La nuit de vendredi à samedi défiant de nouveau la chaleur des tropiques, nous avons demandé un rendez-vous à notre médecin de famille de toute urgence – magie de la technologie – pour le lendemain matin même. Déjà, se profilait dans nos têtes la perspective du lundi. Ce lundi sacré. Celui-là même qui devait voir partir l’amoureux pour un déplacement avant de prendre le premier train de l’après-midi pour récupérer les filles, leur mère étant astreinte à résidence professionnelle par la tenue d’un événement de première importance.

Le lundi est arrivé et – oh miracle! – point de fièvre à l’horizon.

Le parent coupable est un parent prévoyant. Nous avons croisé les doigts et répété des prières à Mère Nature, sacrifiant quelques tomates sur l’autel du compost. Fatiguée mais non fiévreuse, Tempête est allée rejoindre les rangs de ses pairs à la garderie. Elle a tenu bon jusqu’à 17h, heure à laquelle son père l’a récupérée, somnolente mais toujours blagueuse.

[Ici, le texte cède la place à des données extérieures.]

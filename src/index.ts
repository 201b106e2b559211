/**
 * warmcast's library surface: what another project needs to turn a pathway into warming, its
 * ranges and its answers. Everything here is documented where it is defined (units, sources,
 * examples). Physics and statistics are pure functions; only the pathway readers touch the file
 * system. The folders' own index files export more, for warmcast's own use; those names are not
 * part of the library and may change.
 *
 * @example
 * import { calibrate, loadPathway, projectPathway } from 'warmcast';
 * const run = projectPathway(loadPathway('swift'), { params: calibrate({ ecsK: 3, tcrK: 1.8 }) });
 * run.columns.warming_k[run.years.indexOf(2100)] // K above 1850-1900
 */

// Errors: every failure is a WarmcastError with a stable `code` and the exit code the CLI uses.
export { ConfigError, InputError, NumericalError, WarmcastError, formatInputProblem } from './errors.js';
export type { InputProblem } from './errors.js';

// Pathways: reading files (or text), the annual grid, the bundled history and pathways.
export { PATHWAY_COLUMNS, COLUMN_UNITS } from './pathway.js';
export type { Pathway, PathwayColumn, PathwayProvenance } from './pathway.js';
export { listBundledPathways, loadHistory, loadPathway, parsePathway, spliceOntoHistory, toAnnual } from './io/index.js';
export type { BundledPathway, LoadPathwayOptions, ParsedPathway } from './io/index.js';

// The model: calibration from ECS and TCR, forcing by agent, the energy balance.
export { calibrate, energyBalance } from './climate/index.js';
export type { CalibrationTargets, ClimateParams, EnergyBalanceResult } from './climate/index.js';
export { EMITTED_SPECIES, FORCING_AGENTS, ch4ErfAr6, co2ErfAr6, forcingByAgent, n2oErfAr6 } from './forcing/index.js';
export type { Co2Formula, EmittedSpecies, ForcingAgent, ForcingOptions } from './forcing/index.js';
export { diagnoseEmissions, gtcToGtco2, gtco2ToGtc } from './carbon/index.js';

// Projections and ensembles.
export { ensembleInput, projectPathway } from './projection/index.js';
export type { Projection, ProjectionOptions } from './projection/index.js';
export { AR6_SAMPLING, ar6Members, mergeShards, runEnsemble, shardFromJson, shardToJson } from './ensemble/index.js';
export type { EnsembleInput, EnsembleOptions, EnsembleResult, EnsembleSampling, MemberSource } from './ensemble/index.js';
// The calibrated parameter set (pathways/calibrated-members.json): the CLI's default ensemble members
// and, through representativeParams, its default single-run model.
export { calibratedMemberSource, calibratedSetInOrder, priorMemberSource, representativeParams } from './ensemble/calibrated-set.js';
export type { CalibratedSet } from './ensemble/calibrated-set.js';
export { readCalibratedSet } from './io/read-calibrated-set.js';

// Scenario tables (IAMC layout, .csv or .xlsx): read a table, pick a scenario, get the pathway every
// function above takes; and the IPCC AR6 WG3 warming category of a scenario's ensemble.
export { readScenarioTable, scenarioPathway, selectScenario } from './io/index.js';
export type { IamcScenario, IamcTable, ScenarioChoice } from './io/index.js';
export { AR6_WARMING_CATEGORIES, warmingCategory } from './batch/index.js';
export type { CategoryEvidence, WarmingCategory } from './batch/index.js';

// The inverse questions: remaining CO2 budgets for a limit and a chance, and warming by forcing agent
// (and, for emission pathways, by emitted species).
export { attributeMembers, attributePathway, carbonBudget } from './projection/index.js';
export type { AttributedProjection, AttributionRanges, BudgetAssumptions, CarbonBudget, CarbonBudgetOptions } from './projection/index.js';

// Answers: warming levels, peaks, comparisons, cumulative emissions.
export { comparePathways, crossingPeriod, cumulativeToNetZero, peak } from './metrics/index.js';
export type { Comparison, ComparisonOptions, CrossingPeriod, Peak } from './metrics/index.js';

// Checks: the published checks the tests make, run on the user's machine (`warmcast verify`).
export { PUBLISHED_CHECKS, runPublishedChecks } from './verify/index.js';
export type { PublishedCheck, VerificationRow } from './verify/index.js';

// Reports: a run, a comparison or an ensemble as one document (headline, tables, charts, notes,
// cautions), written in any format of OUTPUT_FORMATS; and the cautions every quoted number needs.
export { comparisonDocument, ensembleDocument, OUTPUT_FORMATS, renderDocument, runDocument, standardCautions } from './report/index.js';
export type { OutputDocument, OutputFormat, OutputTable } from './report/index.js';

La fièvre est revenue tel un boomerang durant la nuit – à croire que Mère Nature n’avait guère été convaincue par nos prières. Le lendemain matin, ce fut donc mon tour de prendre en charge l’enfant malade (l’égalité des sexes, toussa…). Ma boite courriels ne dérougissait pas, mais l’ensemble des manœuvres restait possible à distance. Babysittée par les PJ Masks, tenue en haleine par Masha et Mishka, Tempête a absorbé plus d’heures de télévision en 24h que durant l’année écoulée (#parenting101). Le soir même, nous étions de retour chez le médecin où l’enfant a piqué du nez dès la salle d’attente, peu émue de ma lecture enjouée de Maman Ours. Le diagnostic s’orienta cette fois du côté de l’otite. L’enfant fut mis sous antibiotiques avant de reprendre le chemin de son lit, sa mère filant à 21h faire le pied de grue dans une pharmacie aussi bondée qu’un Tim Hortons un soir de match.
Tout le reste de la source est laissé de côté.